Records excerpted from a collection:
━━━━━━━━━━
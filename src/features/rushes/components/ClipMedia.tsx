import type { MediaMismatch } from "@shared/rushes/media-check";
import type { ClipView } from "@shared/rushes/schemas";
import { frameRateName, type FrameRate } from "@shared/timecode/rates";
import { Button } from "../../../components/Button";
import { Notice } from "../../../components/Notice";
import { formatDuration } from "../../../lib/format";
import { useRetryMedia } from "../api/retry-media";

export const MAKING_TEXT = "Making poster and proxy…";

const rateText = (rate: FrameRate) => `${frameRateName(rate) ?? (rate.numerator / rate.denominator).toFixed(3)} fps`;

const valueText: { [F in MediaMismatch["field"]]: (value: Extract<MediaMismatch, { field: F }>["file"]) => string } = {
  frameRate: rateText,
  durationMs: (ms) => formatDuration(ms),
  resolution: (size) => `${size.width}×${size.height}`,
  codec: (name) => name,
};

/** "The file says 25 fps; the browser said 29.97 fps; Kerf uses the file's." */
export function mismatchSentence(mismatch: MediaMismatch): string {
  const word = valueText[mismatch.field] as (value: unknown) => string;
  return `The file says ${word(mismatch.file)}; the browser said ${word(mismatch.browser)}; Kerf uses the file's.`;
}

/** The server's work on the clip, in the clip's panel: on its way, failed (why, and a retry), or where file and browser disagree. */
export function ClipMediaStatus({ channelId, clip }: { channelId: string; clip: ClipView }) {
  const retry = useRetryMedia(channelId, clip.id);
  const { state, failure, mismatches } = clip.media;
  if (state === "waiting" || state === "making") return <Notice>{MAKING_TEXT} The original plays meanwhile, if this browser can.</Notice>;
  if (state === "failed") {
    return (
      <div role="alert" className="flex flex-col gap-2 rounded-md border border-alarm-600/40 bg-alarm-600/5 px-4 py-3 text-sm text-alarm-600">
        <p>
          <span className="font-semibold">No poster or proxy: </span>
          {failure ?? "the server couldn't make them."}
        </p>
        <div>
          <Button tone="quiet" busy={retry.isPending} onClick={() => retry.mutate()}>
            Retry poster and proxy
          </Button>
        </div>
        {retry.error && <p>{retry.error.message}</p>}
      </div>
    );
  }
  if (mismatches.length === 0) return null;
  return (
    <div className="rounded-md border border-amber-cut bg-ply-50 px-4 py-3 text-sm text-graphite-900" aria-label="File and browser disagree">
      <p className="font-semibold">The file and the browser disagree</p>
      <ul className="mt-1 list-disc pl-5">
        {mismatches.map((m) => (
          <li key={m.field}>{mismatchSentence(m)}</li>
        ))}
      </ul>
    </div>
  );
}

/** One line under the clip's name in the footage list. */
export function ClipMediaNote({ clip }: { clip: ClipView }) {
  const { state, failure } = clip.media;
  if (state === "waiting" || state === "making") return <p className="text-xs text-graphite-500">{MAKING_TEXT}</p>;
  if (state === "failed") return <p className="text-xs text-alarm-600">No poster or proxy: {failure ?? "the server couldn't make them."}</p>;
  return null;
}
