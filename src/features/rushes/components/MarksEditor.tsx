import { zodResolver } from "@hookform/resolvers/zod";
import { useForm } from "react-hook-form";
import { z } from "zod";
import type { ClipDetail } from "@shared/rushes/schemas";
import { markRangeAt } from "@shared/timecode/schemas";
import { Button } from "../../../components/Button";
import { useAddMark } from "../api/add-mark";
import { useDeleteMark } from "../api/delete-mark";
import { clipFormatText } from "./labels";
import { TextField } from "../../../components/form-fields";
import { applyServerErrors } from "../../../lib/forms";

/** In and out points with a note, typed as SMPTE timecode at the clip's own rate and count. */
export function MarksEditor({ channelId, clip }: { channelId: string; clip: ClipDetail }) {
  const addMark = useAddMark(channelId, clip.id);
  const deleteMark = useDeleteMark(channelId, clip.id);
  const format = clip.frameRate ? { rate: clip.frameRate, dropFrame: clip.dropFrame } : null;
  const separator = clip.dropFrame ? ";" : ":";
  const start = clip.startTimecode ?? `00:00:00${separator}00`;
  return (
    <section aria-labelledby="marks-heading" className="rounded-md border border-ply-300 p-3">
      <h3 id="marks-heading" className="font-semibold">
        Marks
      </h3>
      {!format ? (
        <p className="text-sm text-graphite-500">This clip has no frame rate, so it can't take timecode marks.</p>
      ) : (
        <>
          <p className="mb-2 text-xs text-graphite-500">
            {clipFormatText(clip)}: write HH:MM:SS{separator}FF. The clip starts at <span className="font-mono">{start}</span>; the out point is the first frame after the mark.
          </p>
          {clip.marks.length > 0 && (
            <ul className="mb-3 divide-y divide-ply-200 text-sm" aria-label="Marks on this clip">
              {clip.marks.map((m) => (
                <li key={m.id} className="flex items-center gap-3 py-1.5">
                  <span className="font-mono">
                    {m.in} → {m.out}
                  </span>
                  <span className="flex-1">{m.note}</span>
                  <Button tone="quiet" aria-label={`Remove mark ${m.in} to ${m.out}`} onClick={() => deleteMark.mutate(m.id)}>
                    Remove
                  </Button>
                </li>
              ))}
            </ul>
          )}
          {deleteMark.isError && (
            <p role="alert" className="mb-2 text-sm text-alarm-600">
              {deleteMark.error.message}
            </p>
          )}
          <MarkForm key={clip.id} format={format} start={start} onAdd={(v) => addMark.mutateAsync(v)} />
        </>
      )}
    </section>
  );
}

function MarkForm({ format, start, onAdd }: { format: { rate: { numerator: number; denominator: number }; dropFrame: boolean }; start: string; onAdd: (v: { in: string; out: string; note: string }) => Promise<unknown> }) {
  // The shared rule (shared/timecode) checks both labels in the browser; the server checks them again with the clip's bounds.
  const schema = markRangeAt(format).and(z.object({ note: z.string().max(500, "Keep the note under 500 characters.") }));
  const form = useForm<{ in: string; out: string; note: string }>({ resolver: zodResolver(schema), defaultValues: { in: start, out: "", note: "" } });
  const submit = form.handleSubmit(async (values) => {
    try {
      await onAdd(values);
      form.reset({ in: values.out, out: "", note: "" });
    } catch (error) {
      const message = applyServerErrors(error, form.setError, ["in", "out", "note"]);
      if (message) form.setError("root", { message });
    }
  });
  const errors = form.formState.errors;
  return (
    <form onSubmit={submit} noValidate className="grid grid-cols-2 items-start gap-2" aria-label="Add a mark">
      <TextField label="In" autoComplete="off" spellCheck={false} size={12} {...form.register("in")} error={errors.in?.message} />
      <TextField label="Out" autoComplete="off" spellCheck={false} size={12} {...form.register("out")} error={errors.out?.message} />
      <div className="col-span-2">
        <TextField label="Note" {...form.register("note")} error={errors.note?.message} placeholder="e.g. the moment it fails" />
      </div>
      <div className="col-span-2">
        <Button type="submit" busy={form.formState.isSubmitting}>
          Add mark
        </Button>
      </div>
      {errors.root && <p className="col-span-2 text-sm text-alarm-600">{errors.root.message}</p>}
    </form>
  );
}
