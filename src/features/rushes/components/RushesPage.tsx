import { PageHeader } from "../../../components/PageHeader";
import { Empty } from "../../../components/States";

export function RushesPage() {
  return (
    <div>
      <PageHeader title="Rushes" />
      <Empty title="Coming soon">This page is being built.</Empty>
    </div>
  );
}
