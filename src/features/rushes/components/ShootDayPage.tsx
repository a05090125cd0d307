import { Link, useParams } from "react-router-dom";
import { shotKindLabels, shotPriorityLabels, shotStatusLabels } from "@shared/rushes/vocabulary";
import { PageHeader } from "../../../components/PageHeader";
import { Empty, QueryState } from "../../../components/States";
import { formatDay } from "../../../lib/format";
import { useChannel } from "../../../lib/session";
import { useShootDay, type ShootDayDetail } from "../api/get-shoot-day";

/** The crew's view of one day: what is still missing before the set is struck, biggest first. */
export function ShootDayPage() {
  const channel = useChannel();
  const { shootDayId = "" } = useParams();
  return <ShootDay channelId={channel.channelId} shootDayId={shootDayId} />;
}

function ShootDay({ channelId, shootDayId }: { channelId: string; shootDayId: string }) {
  const day = useShootDay(channelId, shootDayId);
  return (
    <QueryState query={day} loading="Loading the shoot day…" page back={{ to: `/c/${channelId}/rushes`, label: "Rushes" }}>
      {(detail) => <ShootDaySheet channelId={channelId} detail={detail} />}
    </QueryState>
  );
}

function ShootDaySheet({ channelId, detail: { shootDay, shots, missing, episodeTitle } }: { channelId: string; detail: ShootDayDetail }) {
  const done = shots.filter((s) => s.status !== "planned");
  return (
    <article className="mx-auto max-w-3xl">
      <Link to={`/c/${channelId}/episodes/${shootDay.episodeId}`} className="text-sm text-rust-600 underline">
        ← {episodeTitle}
      </Link>
      <PageHeader
        title={`Shoot day ${formatDay(shootDay.day)}`}
        subtitle={`${shootDay.place || "Place not set"} · ${shootDay.callTime ? `call ${shootDay.callTime}` : "no call time"} · ${shootDay.crew.map((c) => c.name).join(", ") || "no crew named"}`}
      />
      <section aria-labelledby="missing-heading" className="mb-8">
        <h2 id="missing-heading" className="mb-3 text-lg font-semibold">
          Still to get ({missing.length})
        </h2>
        {missing.length === 0 ? (
          <Empty title="Nothing missing">Every planned shot of this day has footage or was dropped.</Empty>
        ) : (
          <ol className="flex flex-col gap-2">
            {missing.map((shot) => (
              <li key={shot.id} className={`rounded-md border-l-4 bg-white p-3 shadow-sm ${shot.priority === "must" ? "border-alarm-600" : "border-amber-cut"}`}>
                <p className="font-semibold">{shot.description}</p>
                <p className="text-xs text-graphite-500">
                  {shotKindLabels[shot.kind]} · {shotPriorityLabels[shot.priority]}
                </p>
              </li>
            ))}
          </ol>
        )}
      </section>
      <section aria-labelledby="done-heading">
        <h2 id="done-heading" className="mb-3 text-lg font-semibold">
          Captured or dropped ({done.length})
        </h2>
        <ul className="divide-y divide-ply-200 rounded-lg border border-ply-300 bg-white text-sm">
          {done.map((shot) => (
            <li key={shot.id} className="flex justify-between gap-3 px-4 py-2">
              <span>{shot.description}</span>
              <span className="text-graphite-500">
                {shotStatusLabels[shot.status]} · {shot.clipCount} {shot.clipCount === 1 ? "clip" : "clips"}
              </span>
            </li>
          ))}
        </ul>
      </section>
    </article>
  );
}
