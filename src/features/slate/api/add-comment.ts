import { useMutation, useQueryClient } from "@tanstack/react-query";
import type { CommentInput, EpisodeComment } from "@shared/slate/schemas";
import { api } from "../../../lib/api-client";
import { slateKeys } from "./keys";

export function useAddComment(channelId: string, episodeId: string) {
  const queryClient = useQueryClient();
  return useMutation({
    mutationFn: (input: CommentInput) =>
      api<{ comment: EpisodeComment }>(`/api/channels/${channelId}/episodes/${episodeId}/comments`, { method: "POST", body: input }).then((r) => r.comment),
    onSettled: () => queryClient.invalidateQueries({ queryKey: slateKeys.comments(channelId, episodeId) }),
  });
}
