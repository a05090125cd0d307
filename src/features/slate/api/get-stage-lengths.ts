import { queryOptions, useQuery } from "@tanstack/react-query";
import type { StageLengths } from "@shared/slate/schedule";
import { api } from "../../../lib/api-client";
import { slateKeys } from "./keys";

export interface StageLengthSettings {
  stageLengths: StageLengths;
  custom: boolean;
}

export const stageLengthsPath = (channelId: string) => `/api/channels/${channelId}/slate/settings`;

export const stageLengthsQueryOptions = (channelId: string) =>
  queryOptions({
    queryKey: slateKeys.settings(channelId),
    queryFn: ({ signal }) => api<StageLengthSettings>(stageLengthsPath(channelId), { signal }),
  });

export const useStageLengths = (channelId: string) => useQuery(stageLengthsQueryOptions(channelId));
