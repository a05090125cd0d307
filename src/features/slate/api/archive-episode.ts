import { api } from "../../../lib/api-client";
import { episodesBase, useEpisodeMutation, type EpisodeAnswer } from "./episode-mutation";

/** Archives an episode, or restores it (the same endpoint pair: …/archive and …/restore). */
export const useArchiveEpisode = (channelId: string, episodeId: string) =>
  useEpisodeMutation(
    channelId,
    ({ version, archived }: { version: number; archived: boolean }) =>
      api<EpisodeAnswer>(`${episodesBase(channelId)}/${episodeId}/${archived ? "archive" : "restore"}`, { method: "POST", body: { version } }),
    episodeId,
  );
━━━━━━━━━━
» **Work required**: Say how many lines of the records include the word "rateText", and give nothing but the number.

» **Answer section**: 2